Listed entries:
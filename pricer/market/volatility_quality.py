"""Gates over volatilities: implausible sizes, strikes that miss the forward, expiries on weekends."""

from __future__ import annotations

import math
from collections.abc import Iterable, Iterator, Sequence
from datetime import date
from statistics import median

from pricer.core.issues import Issue
from pricer.core.source import Place
from pricer.market.checked_surface import CheckedSurface, QuoteFit
from pricer.market.findings import Locate, percent, warning
from pricer.market.market import Market

#: Volatilities of shares and indices at the forward outside this range are reported (a rule of our own).
PLAUSIBLE_VOLATILITIES = (0.04, 1.50)
#: Volatilities of exchange rates outside this range are reported (a rule of our own; pegs and crises lie outside).
PLAUSIBLE_FX_VOLATILITIES = (0.02, 0.40)
#: Where an expiry's strikes lie is judged from this number on.
FEWEST_STRIKES = 3
#: Strikes whose middle lies this close to 100, or to 1, on most expiries look like parts of the forward ...
CENTRED = 0.05
#: ... if the forward is off their middle by more than this share.
OFF_CENTRE = 0.10
#: What the forward counts in strikes entered as per cent or as parts of it.
UNITS = (100.0, 1.0)
#: Strikes further than this factor from the forward, whose options have a delta this close to 0 or 1, are reported.
FARTHEST_FACTOR, SMALLEST_DELTA = 5.0, 1e-9

EXAMPLE = "21.5 % is entered as 0.215"

Groups = Sequence[Sequence[QuoteFit]]


def volatility_gates(name: str, market: Market, place: Locate) -> Iterator[Issue]:
    """Warnings about sizes and strikes of the volatilities of the underlying ``name``.

    ``place`` gives the cell of "volatility:UNDERLYING:EXPIRY:STRIKE" or "volatility:UNDERLYING:EXPIRY", or None.
    """
    surface, curve = market.surfaces.get(name), market.underlyings[name].volatility
    if surface is not None:
        groups = _by_expiry(surface)
        nearest = [min(group, key=lambda fit: abs(fit.relative_strike - 1.0)) for group in groups]
        at_forward = [(fit.expiry_date, fit.quoted_volatility, quote_place(name, fit, place)) for fit in nearest]
        yield from _implausible(name, at_forward, PLAUSIBLE_VOLATILITIES, EXAMPLE)
        yield from _strikes(name, groups, place)
        yield from _far_strikes(name, surface.quotes, place)
    elif curve is not None:
        yield from _implausible(
            name,
            [(day, curve.volatility(day), place(f"volatility:{name}:{day}")) for day in curve.dates],
            PLAUSIBLE_VOLATILITIES,
            EXAMPLE,
        )


def fx_volatility_gates(pair: tuple[str, str], market: Market, place: Locate) -> Iterator[Issue]:
    """Warnings about the sizes of a pair's volatilities; ``place`` gives the cell of "fx_volatilities:EURUSD"."""
    curve, name = market.fx.volatilities[pair], "".join(pair)
    here = place(f"fx_volatilities:{name}")
    yield from _implausible(
        name,
        [(day, curve.volatility(day), place(f"fx_volatilities:{name}:{day}") or here) for day in curve.dates],
        PLAUSIBLE_FX_VOLATILITIES,
        "7.6 % is entered as 0.076",
    )


def weekend_expiries(name: str, market: Market, place: Locate) -> Iterator[Issue]:
    """One warning where volatilities of the underlying ``name`` are quoted for Saturdays or Sundays."""
    surface, curve = market.surfaces.get(name), market.underlyings[name].volatility
    days = surface.surface.dates if surface is not None else curve.dates if curve is not None else ()
    weekends = [day for day in days if day.weekday() >= 5]
    if weekends:
        yield weekend_warning(place(f"volatility:{name}:{weekends[0]}"), f"volatilities of {name} for", weekends)


def weekend_warning(here: Place | None, what: str, weekends: Sequence[date]) -> Issue:
    """A warning about the first of some dates on weekends."""
    others = f" (and {len(weekends) - 1} more on weekends)" if len(weekends) > 1 else ""
    return warning(
        here,
        "weekend-date",
        f"{what} {weekends[0]}, a {'Saturday' if weekends[0].weekday() == 5 else 'Sunday'}{others}",
        "dates on which markets are open",
        "Check the date; it is used as given.",
    )


def quote_place(name: str, fit: QuoteFit, place: Locate) -> Place | None:
    """The cell of a quote, else of its expiry's first."""
    expiry = f"volatility:{name}:{fit.expiry_date}"
    return place(f"{expiry}:{fit.strike!r}") or place(expiry)


def _by_expiry(surface: CheckedSurface) -> Groups:
    groups: dict[date, list[QuoteFit]] = {}
    for fit in surface.quotes:
        groups.setdefault(fit.expiry_date, []).append(fit)
    return list(groups.values())


def _implausible(
    name: str, volatilities: Iterable[tuple[date, float, Place | None]], plausible: tuple[float, float], example: str
) -> Iterator[Issue]:
    """One warning, at the first of (expiry, volatility, cell) outside the range."""
    low, high = plausible
    strange = [item for item in volatilities if not low <= item[1] <= high]
    if strange:
        day, volatility, here = strange[0]
        others = f" (and on {len(strange) - 1} more of its expiries)" if len(strange) > 1 else ""
        yield warning(
            here,
            "implausible-volatility",
            f"a volatility of {percent(volatility, 2)} of {name} for {day}{others}",
            f"volatilities at the forward between {percent(low)} and {percent(high)}",
            f"Check the unit: {example}. The volatilities are used as given.",
        )


def _strikes(name: str, groups: Groups, place: Locate) -> Iterator[Issue]:
    judged = [group for group in groups if len(group) >= FEWEST_STRIKES]
    beside = [group for group in judged if not group[0].relative_strike <= 1.0 <= group[-1].relative_strike]
    unit = _common_centre(judged)
    if not beside and unit is None:
        return
    group = (beside or judged)[0]
    forward = group[0].strike / group[0].relative_strike
    found = f"quotes of {name} for {group[0].expiry_date} at strikes from {group[0].strike:g} to {group[-1].strike:g}, "
    if beside:
        others = f" (nor do those of {len(beside) - 1} more of its expiries)" if len(beside) > 1 else ""
        found += f"which do not reach the forward {forward:.6g}{others}"
        unit = unit or next((unit for unit in UNITS if _centres_on(unit, group)), None)
    else:
        found += f"which centre on {unit:g} as on most expiries, while the forward is {forward:.6g}"
    mend = "Check the strikes, the spot and the dividends."
    if unit is not None:
        parts, example = ("per cent", "95 % as 0.95") if unit == 100.0 else ("parts", "e.g. 0.95")
        mend = (
            f"The strikes look like {parts} of the forward: enter them in strike_of_forward_decimal ({example}), or "
            "correct the spot."
        )
    mend += " The quotes are used as given."
    yield warning(
        quote_place(name, group[0], place), "strikes-beside-forward", found, "strikes around the forward", mend
    )


def _far_strikes(name: str, quotes: Sequence[QuoteFit], place: Locate) -> Iterator[Issue]:
    """Strikes of another unit, where no cash dividend makes them impossible."""
    far = [
        fit
        for fit in quotes
        if abs(math.log(fit.relative_strike)) > math.log(FARTHEST_FACTOR)
        and not SMALLEST_DELTA < fit.delta < 1.0 - SMALLEST_DELTA
    ]
    if far:
        worst = max(far, key=lambda fit: abs(math.log(fit.relative_strike)))
        forward = worst.strike / worst.relative_strike
        others = f" (and {len(far) - 1} more of its strikes)" if len(far) > 1 else ""
        yield warning(
            quote_place(name, worst, place),
            "quote-far-from-forward",
            f"strike {worst.strike:.6g} of {name} for {worst.expiry_date}{others}, where the forward is {forward:.6g}",
            f"strikes within a factor of {FARTHEST_FACTOR:g} of the forward, or options worth more than nothing",
            "Check the strike and the spot: pence against pounds, or a split? The quotes are used as given.",
        )


def _common_centre(groups: Groups) -> float | None:
    """100 or 1 if the strikes of the first and most expiries centre there though their forwards do not."""
    for unit in UNITS:
        centred = [_centres_on(unit, group) for group in groups]
        if len(groups) > 1 and centred[0] and 2 * sum(centred) >= len(groups):
            return unit
    return None


def _centres_on(unit: float, group: Sequence[QuoteFit]) -> bool:
    middle = median(fit.strike for fit in group)
    off = abs(median(fit.relative_strike for fit in group) - 1.0)
    return abs(middle / unit - 1.0) <= CENTRED and off > OFF_CENTRE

Exercise requirements: When you find a line in the records that contains the word "weekends", copy it.

Result of this exercise:
"""Gates over volatilities: implausible sizes, strikes that miss the forward, expiries on weekends."""
    weekends = [day for day in days if day.weekday() >= 5]
    if weekends:
        yield weekend_warning(place(f"volatility:{name}:{weekends[0]}"), f"volatilities of {name} for", weekends)
def weekend_warning(here: Place | None, what: str, weekends: Sequence[date]) -> Issue:
    """A warning about the first of some dates on weekends."""
    others = f" (and {len(weekends) - 1} more on weekends)" if len(weekends) > 1 else ""
        f"{what} {weekends[0]}, a {'Saturday' if weekends[0].weekday() == 5 else 'Sunday'}{others}",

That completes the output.